In intensive pig production, stress may be caused by disturbances, such as those related to the excessive density of animals, frequent movement, or long transport, which disturb the balance between the environment and the animals (Nawroth et al., 2019). Due to connections between various physiological mechanisms, stress may negatively affect not only immunity and consequently health, but most of all reproduction (Dobson et al., 2000).
There are two reactions to stress, depending on the behavior of the affected individual: an active reaction, which is an attack or flight, and a passive reaction, consisting in immobility and depression during longer-lasting stress (Henry and Stephens, 2013). The adrenaline and noradrenaline rush is characteristic of an active reaction. During a passive reaction, increased levels of corticosteroids are observed (Menash, 2013).
Influence of stress on the immune response
The mechanisms related to stress that determine its impact on the immune system are still not fully understood. However, the mutual influence of the nervous and immune systems is largely known. The major pathways involved in these interactions are the sympathetic nervous system (SNS) axis and the hypothalamic–pituitary–adrenal (HPA) axis. These systems communicate with each other through two axes. The SNS axis involves the sympathetic nervous system and the adrenal medulla. The sympathetic nervous system is part of the autonomic nervous system, which activates internal organs and is responsible for the fight-or-flight response (Tindle and Tadi, 2022).
Figure 1 illustrates the response in a pig when the sympathetic system is triggered by an acute stressor.
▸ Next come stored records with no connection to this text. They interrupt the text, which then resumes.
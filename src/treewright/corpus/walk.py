"""An iterative bottom-up rebuild of a tree, shared by the cleaners and the transforms.

Trees from strangers may nest thousands of levels deep, past Python's recursion limit, so no
corpus code walks a tree by recursion.
"""

from __future__ import annotations

from typing import Callable

from treewright.trees import Child, Tree

# visit(original node, its rebuilt children) -> what replaces the node in its parent:
# [] removes it, [tree] replaces it, several items are spliced in its place.
Visit = Callable[[Tree, list[Child]], list[Child]]


def rebuild(tree: Tree, visit: Visit) -> list[Child]:
    """Rebuild `tree` bottom-up with `visit` applied to every node (words are passed through
    to their parent's `visit` untouched); returns what replaces the root."""
    result: list[Child] = []
    stack: list[tuple[Tree, object, list[Child]]] = [(tree, iter(tree.children), [])]
    while stack:
        node, pending, kids = stack[-1]
        for child in pending:  # resumes where this node's scan stopped
            if isinstance(child, str):
                kids.append(child)
            else:
                stack.append((child, iter(child.children), []))
                break
        else:
            stack.pop()
            (stack[-1][2] if stack else result).extend(visit(node, kids))
    return result


def depth(tree: Tree) -> int:
    """Number of node levels on the longest root-to-word path (a preterminal alone is 1)."""
    deepest = 0
    stack = [(tree, 1)]
    while stack:
        node, level = stack.pop()
        deepest = max(deepest, level)
        stack.extend((c, level + 1) for c in node.children if isinstance(c, Tree))
    return deepest


def trees_equal(a: Tree, b: Tree) -> bool:
    """Structural equality without recursion (the dataclass `==` recurses)."""
    stack: list[tuple[Child, Child]] = [(a, b)]
    while stack:
        x, y = stack.pop()
        if isinstance(x, str) or isinstance(y, str):
            if x != y:
                return False
            continue
        if x.label != y.label or len(x.children) != len(y.children):
            return False
        stack.extend(zip(x.children, y.children))
    return True
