def consensus(grammars: Sequence[Grammar], sentences: Sequence[Sequence[str]],
              batch_size: int = DECODE_BATCH, dtype: torch.dtype = torch.float64,
              pieces: tuple[str, Sequence[Sequence[int]]] | None = None) -> list[Decoded]:
    """One tree per sentence from several grammars (two or more; e.g. the restarts of one run),
    in input order, by tree averaging (Shayegh, Cao, Zhu, Cheung & Mou 2024, "Ensemble
    Distillation for Unsupervised Constituency Parsing").

    Each grammar that parses a sentence gives its unlabeled MBR tree (`mbr_spans_batch` over
    its span posteriors, as the `mbr` decoder); the tree kept is the binary tree with the
    largest summed F1 against those trees (`tree_average_batch`). Its spans and words are then
    labeled as the `mbr` decoder labels them, by their most probable symbol under the labeling
    grammar: the first grammar that parses the sentence (the first one, unless it cannot). A
    sentence no grammar parses gets tree None.

    Every grammar reads the same words through its own vocabulary, so the grammars must read
    unknown words alike: all with the same word shape scheme, or all without (ValueError
    otherwise). The caller normalises the words once, as the first grammar's training run did
    (`export.open_restart_grammars` gives a run's restarts with that run's record).
    `log_likelihood` and `tree_logprob` are the labeling grammar's; `score` is the mean F1 of
    the tree against the voting grammars' MBR trees (spans of width >= 2, the whole sentence
    included; 1 for a one-word sentence). Batches of `batch_size` sentences of similar length
    run one grammar at a time, so a batch needs the memory of one grammar's pass (see
    `budget.plan_budget`). `pieces` as for `decode`: every grammar's MBR tree, and the average,
    keep each bound piece with its host.
    """
    if len(grammars) < 2:
        raise ValueError(f"the consensus decoder needs two or more grammars, got {len(grammars)}")
    shapes = {g.vocab.shapes for g in grammars}
    if len(shapes) > 1:
        raise ValueError("the grammars read unknown words differently (word shape schemes "
                         f"{sorted(shapes, key=str)}); the consensus decoder gives every "
                         "grammar the same words")
    scorers: dict[int, TreeScorer] = {}  # per labelling grammar, by id, made when first needed
    return _by_length(sentences, batch_size,
                      lambda words, pot=None: _consensus_batch(grammars, words, dtype, scorers,
                                                               pot), pieces)
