"""Corpora: raw text, bracketed trees and CoNLL-U read into one `Sentence` type, tree
transforms with exact inverses, and seeded splits and length-bucketed batches.

Entry points: `read_corpus` (whole file) and `CorpusStream` (chunks of a file larger than memory),
both taking `ReadOptions`; `Corpus.report` (a `ReadReport`) says what was used and what was not.
"""

from treewright.corpus.batching import Split, cubic_cost, length_batches, split_indices
from treewright.corpus.brackets import (BracketRecord, clean_tree, iter_bracket_records,
                                        parse_brackets, preterminal_tags, strip_label)
from treewright.corpus.dependencies import (DependencySentence, check_tree, dependency_to_tree,
                                            iter_conllu_blocks, lift_to_projective,
                                            nonprojective_arcs, subtree_spans)
from treewright.corpus.lines import iter_lines, iter_word_list
from treewright.corpus.reader import (FORMATS, CorpusStream, detect_format, joined_without,
                                      read_corpus, read_records, read_tagged, write_skip_log)
from treewright.corpus.transforms import (BIN_MARK, PARENT_SEP, UNARY_SEP, binarize,
                                          collapse_unary, expand_unary, has_transform_marks,
                                          insert_words,
                                          treebank_form, unbinarize)
from treewright.corpus.types import (CASE_RULES, PTB_PUNCT_LABELS, REASONS, UD_FUNCTION,
                                     UD_FUNCTION_TAGS, Corpus, ReadOptions,
                                     ReadReport, Sentence, SkippedRecord, lowercase,
                                     normalization_note, normalization_variants,
                                     run_case_rules, run_drop_tags, run_read_options,
                                     run_tag_mode)
from treewright.corpus.walk import depth, trees_equal

__all__ = [
    "BIN_MARK", "BracketRecord", "CASE_RULES", "Corpus", "CorpusStream", "DependencySentence",
    "FORMATS", "PARENT_SEP", "PTB_PUNCT_LABELS", "REASONS", "ReadOptions", "ReadReport",
    "UD_FUNCTION", "UD_FUNCTION_TAGS",
    "Sentence", "SkippedRecord", "Split", "UNARY_SEP", "binarize", "check_tree", "clean_tree",
    "collapse_unary", "cubic_cost", "dependency_to_tree", "depth", "detect_format", "expand_unary", "has_transform_marks",
    "insert_words", "iter_bracket_records", "iter_conllu_blocks", "iter_lines", "iter_word_list",
    "joined_without",
    "length_batches",
    "lift_to_projective", "lowercase", "nonprojective_arcs", "normalization_note",
    "normalization_variants", "parse_brackets", "preterminal_tags",
    "read_corpus", "read_records", "read_tagged", "run_case_rules", "run_drop_tags",
    "run_read_options", "run_tag_mode", "split_indices", "strip_label", "subtree_spans",
    "treebank_form", "trees_equal", "unbinarize", "write_skip_log",
]
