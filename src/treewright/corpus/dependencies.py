"""CoNLL-U sentences as constituency trees: each word's subtree yield becomes a constituent.

Heads are 1-based word indices with 0 for the root, as in the CoNLL-U HEAD column, given as a
list `heads[i]` for word i+1. In a projective tree every subtree yield is a contiguous span and the
spans nest, so they form a constituency tree over the words (common practice).
"""

from __future__ import annotations

from dataclasses import dataclass
from typing import Iterable, Iterator

from conllu.exceptions import ParseException
from conllu.parser import DEFAULT_FIELDS, parse_line

from treewright.errors import InputError
from treewright.trees import Tree, tree_from_spans


@dataclass
class DependencySentence:
    """The syntactic words of one CoNLL-U sentence (multiword-token lines and empty nodes
    left out), with the line where its block starts and its `# sent_id` comment, if any.

    heads: None for a sentence that is only tokenized (every HEAD is `_`).
    joined: per word, True when it is written joined to the word before it, in one orthographic
        word: both lie in one multiword token (a range line such as `3-4`), or the token before
        it has `SpaceAfter=No` in MISC (the CoNLL-U conventions for the text as written).
    contracted: per word, the written form of the multiword token it lies in when that token's
        words run together do not spell it (a contraction: `au` over `à` and `le`), else None;
        None when no multiword token of the sentence is contracted.
    in_token: per word, True when it lies in one multiword token with the word before it (so
        that the two stay one written word when a word between them, such as a quote inside
        `ב"פולחן`, is removed).
    """
    words: list[str]
    upos: list[str]
    heads: list[int] | None
    line: int
    sent_id: str | None = None
    joined: list[bool] | None = None
    contracted: list[str | None] | None = None
    in_token: list[bool] | None = None


def _children(heads: list[int]) -> list[list[int]]:
    """children[h] lists the dependents of h (0 = root), in word order."""
    children: list[list[int]] = [[] for _ in range(len(heads) + 1)]
    for dep, head in enumerate(heads, start=1):
        children[head].append(dep)
    return children


def check_tree(heads: list[int]) -> str | None:
    """None if `heads` is a tree rooted at 0, else a sentence saying what is wrong."""
    found = tree_problem(heads)
    return None if found is None else found[1]


def tree_problem(heads: list[int]) -> tuple[int, str] | None:
    """None if `heads` is a tree rooted at 0, else the word (1-based) to point at and a sentence
    saying what is wrong: the word whose head is out of range or itself, or the first word of a
    cycle."""
    n = len(heads)
    for dep, head in enumerate(heads, start=1):
        if not 0 <= head <= n:
            return dep, f"word {dep} has head {head}, outside 0..{n}"
        if head == dep:
            return dep, f"word {dep} is its own head"
    # Every word must reach the root; follow heads with a visited mark (no recursion).
    state = [0] * (n + 1)  # 0 unseen, 1 on the current path, 2 reaches the root
    state[0] = 2
    for start in range(1, n + 1):
        path = []
        node = start
        while state[node] == 0:
            state[node] = 1
            path.append(node)
            node = heads[node - 1]
        if state[node] == 1:
            cycle = sorted(path[path.index(node):])
            return cycle[0], f"the heads of words {cycle} form a cycle"
        for p in path:
            state[p] = 2
    return None


def subtree_spans(heads: list[int]) -> list[tuple[int, int]]:
    """For each word (0-based i), the (min, max+1) of its subtree yield, 0-based half-open."""
    n = len(heads)
    lo = list(range(n + 1))
    hi = list(range(n + 1))
    children = _children(heads)
    order, stack = [], [0]
    while stack:  # pre-order from the root; reversed, children come before their heads
        node = stack.pop()
        order.append(node)
        stack.extend(children[node])
    for node in reversed(order):
        for child in children[node]:
            lo[node] = min(lo[node], lo[child])
            hi[node] = max(hi[node], hi[child])
    return [(lo[w] - 1, hi[w]) for w in range(1, n + 1)]


def _preorder(children: list[list[int]]) -> list[int]:
    order, stack = [], [0]
    while stack:
        node = stack.pop()
        order.append(node)
        stack.extend(reversed(children[node]))
    return order


def nonprojective_arcs(heads: list[int]) -> list[int]:
    """Dependents (1-based) whose arc is non-projective: some word strictly between head and
    dependent is not dominated by the head. Empty for a projective tree; the root 0 stands left
    of every word and dominates all of them."""
    n = len(heads)
    children = _children(heads)
    # Pre-order entry numbers and subtree sizes: h dominates w iff
    # enter[h] <= enter[w] < enter[h] + size[h].
    order = _preorder(children)
    enter = [0] * (n + 1)
    for rank, node in enumerate(order):
        enter[node] = rank
    size = [1] * (n + 1)
    for node in reversed(order):
        for child in children[node]:
            size[node] += size[child]
    bad = []
    for dep, head in enumerate(heads, start=1):
        low, high = enter[head], enter[head] + size[head]
        if any(not low <= enter[w] < high for w in range(min(head, dep) + 1, max(head, dep))):
            bad.append(dep)
    return bad


def lift_to_projective(heads: list[int]) -> list[int]:
    """A projective tree made from `heads` by lifting: while some arc is non-projective, the
    shortest one is re-attached to its head's head (Nivre and Nilsson 2005, "Pseudo-Projective
    Dependency Parsing"). Arcs from the root are always projective, so this ends."""
    heads = list(heads)
    while True:
        bad = nonprojective_arcs(heads)
        if not bad:
            return heads
        dep = min(bad, key=lambda d: (abs(heads[d - 1] - d), d))
        heads[dep - 1] = heads[heads[dep - 1] - 1]


def dependency_to_tree(words: list[str], upos: list[str], heads: list[int],
                       phrase_labels: str = "upos", fixed_label: str = "X") -> Tree:
    """The constituency tree whose constituents are the subtree yields of a projective tree.

    Each word is a preterminal labeled by its UPOS; each word with dependents also heads a
    phrase over its yield, labeled by its UPOS (`phrase_labels="upos"`) or `fixed_label`. When
    several words attach to the root, a `fixed_label` phrase spans the whole sentence.
    Raises ValueError if `heads` is not projective (the spans would cross).
    """
    n = len(words)
    spans: list[tuple[int, int, str]] = [(i, i + 1, upos[i]) for i in range(n)]
    for i, (lo, hi) in enumerate(subtree_spans(heads)):
        if hi - lo > 1:
            spans.append((lo, hi, upos[i] if phrase_labels == "upos" else fixed_label))
    if not any(s[0] == 0 and s[1] == n and s[1] - s[0] > 1 for s in spans) and n > 1:
        spans.append((0, n, fixed_label))
    return tree_from_spans(words, spans)


def iter_conllu_blocks(lines: Iterable[tuple[int, str]], path: str
                       ) -> Iterator[DependencySentence | InputError]:
    """Yield each sentence block of a CoNLL-U file, or an InputError for a malformed one.

    Multiword-token lines (ids like 3-4) and empty nodes (ids like 5.1) are left out; the
    syntactic words remain, and the range lines and `SpaceAfter=No` tell which words were
    written joined (`DependencySentence.joined`). Ids must run 1..n in order; heads must form a
    tree, or be `_` on every word (text that is only tokenized).
    """
    block: list[tuple[int, str]] = []
    for number, text in lines:
        if text.strip():
            block.append((number, text))
        elif block:
            yield _parse_block(block, path)
            block = []
    if block:
        yield _parse_block(block, path)


def _parse_block(block: list[tuple[int, str]], path: str) -> DependencySentence | InputError:
    words: list[str] = []
    upos: list[str] = []
    heads: list[int] = []
    joined: list[bool] = []
    first = block[0][0]
    sent_id = None
    glue_next = False           # the token before the next word had SpaceAfter=No
    word_range = (0, 0)         # (first, last) word ids of the multiword token being read
    range_glue = False          # that token had SpaceAfter=No
    range_form = ""             # that token's written form
    contracted: list[str | None] = []
    in_token: list[bool] = []
    word_lines: list[int] = []
    for number, text in block:
        if text.startswith("#"):
            # The CoNLL-U comment that names the sentence: "# sent_id = <id>".
            key, sep, value = text[1:].partition("=")
            if sep and key.strip() == "sent_id" and value.strip():
                sent_id = value.strip()
            continue
        fields = text.split("\t")
        if len(fields) != len(DEFAULT_FIELDS):
            return InputError(f"a CoNLL-U word line needs {len(DEFAULT_FIELDS)} tab-separated "
                              f"fields, found {len(fields)}", path, number, 1)
        try:
            token = parse_line(text, DEFAULT_FIELDS)
        except ParseException as err:
            return InputError(f"cannot read this CoNLL-U line ({err})", path, number, 1)
        ident = token["id"]
        no_space = (token["misc"] or {}).get("SpaceAfter") == "No"
        if isinstance(ident, tuple) and len(ident) == 3 and ident[1] == "-":
            # A multiword token: its words are one orthographic word; its MISC speaks for the
            # space after the whole token, that is after its last word.
            word_range = (int(ident[0]), int(ident[2]))
            range_glue = no_space
            range_form = token["form"]
            continue
        if not isinstance(ident, int):
            continue  # an empty node: not a syntactic word
        if ident != len(words) + 1:
            return InputError(f"word id {ident} out of order (expected {len(words) + 1})",
                              path, number, 1)
        inside = word_range[0] < ident <= word_range[1]
        joined.append(glue_next or inside)
        in_token.append(inside)
        glue_next = range_glue if ident == word_range[1] else (
            no_space and not word_range[0] <= ident < word_range[1])
        words.append(token["form"])
        upos.append(token["upos"] or "_")
        heads.append(token["head"])
        word_lines.append(number)
        contracted.append(range_form if word_range[0] <= ident <= word_range[1] else None)
        if ident == word_range[1] and 1 <= word_range[0] <= word_range[1]:
            _mark_contraction(contracted, words, word_range[1] - word_range[0] + 1)
    if not words:
        return InputError("a CoNLL-U block with comments but no words", path, first, 1)
    contracted_or_none = contracted if any(c is not None for c in contracted) else None
    missing = [i for i, h in enumerate(heads) if not isinstance(h, int)]
    if len(missing) == len(heads):
        return DependencySentence(words, upos, None, first, sent_id, joined,
                                  contracted_or_none, in_token)
    if missing:
        return InputError(f"word {missing[0] + 1} has no head (`_`), but other words have one; "
                          "give every word a head, or none for text that is only tokenized",
                          path, word_lines[missing[0]], 1)
    problem = tree_problem(heads)
    if problem is not None:   # named at the line of the word it concerns
        word, what = problem
        return InputError(f"not a dependency tree: {what}", path, word_lines[word - 1], 1)
    return DependencySentence(words, upos, heads, first, sent_id, joined, contracted_or_none,
                              in_token)


def _mark_contraction(contracted: list[str | None], words: list[str], count: int) -> None:
    """Keep the written form on the last `count` words (one multiword token, just read) only
    when their forms run together do not spell it, as written or lowercased (`Velo` over `ve`
    and `lo` is spelled by them); else set them to None."""
    form = contracted[-1] or ""
    spelled = "".join(words[-count:])
    if spelled == form or spelled.lower() == form.lower():
        contracted[-count:] = [None] * count
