@pytest.mark.parametrize("side", ["first", "last"])
def test_consensus_under_the_word_piece_constraint_averages_allowed_trees(side):
    # Each grammar's constrained mbr tree votes; the average is the allowed bracketing with
    # the most votes (brute force over bracketings), and a sentence without a barred
    # position decodes as without the constraint.
    grammars = [make_grammar(["A", "B", "C"], ["P", "R"], 3, seed=s) for s in (5, 6)]
    words, n = PIECE_WORDS, len(PIECE_WORDS)
    keep = allowed_by(side, PIECE_BARRED)
    voters = [spans_of(decode(g, [words], "mbr", pieces=(side, [PIECE_BARRED]))[0].tree)
              for g in grammars]
    most = max(sum(sum((i, j) in v for v in voters) for i, _, j in b)
               for b in bracketings(0, n) if keep(b))
    (result,) = consensus(grammars, [words], pieces=(side, [PIECE_BARRED]))
    kept = spans_of(result.tree)
    assert keep([(i, None, j) for i, j in kept])
    assert sum(sum(s in v for v in voters) for s in kept) == most
    plain, free = (consensus(grammars, [["w1", "w0", "w2"]], pieces=p)[0] for p in
                   ((side, [[]]), None))
    assert plain.tree.to_string() == free.tree.to_string()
The activation of the sympathetic system in pigs can be measured by Chromogranin A (CgA), which is an acidic soluble protein belonging to the granins family (Escribano et al., 2013).
Figure 1. After a stressor is triggered, the sympathetic system stimulates the adrenal glands to release adrenaline and noradrenaline. The activation of the sympathetic system in pigs can be measured by Chromogranin A (CgA).
The other axis, HPA, is activated minutes or hours after stress occurs (Lightman, 2008), illustrated in Figure 2. The cortisol produced by this stress response has been widely used as a marker of stress in swine, also as a noninvasive test from saliva (Hillman et al., 2008; Ruis et al., 1997; Valros et al., 2013).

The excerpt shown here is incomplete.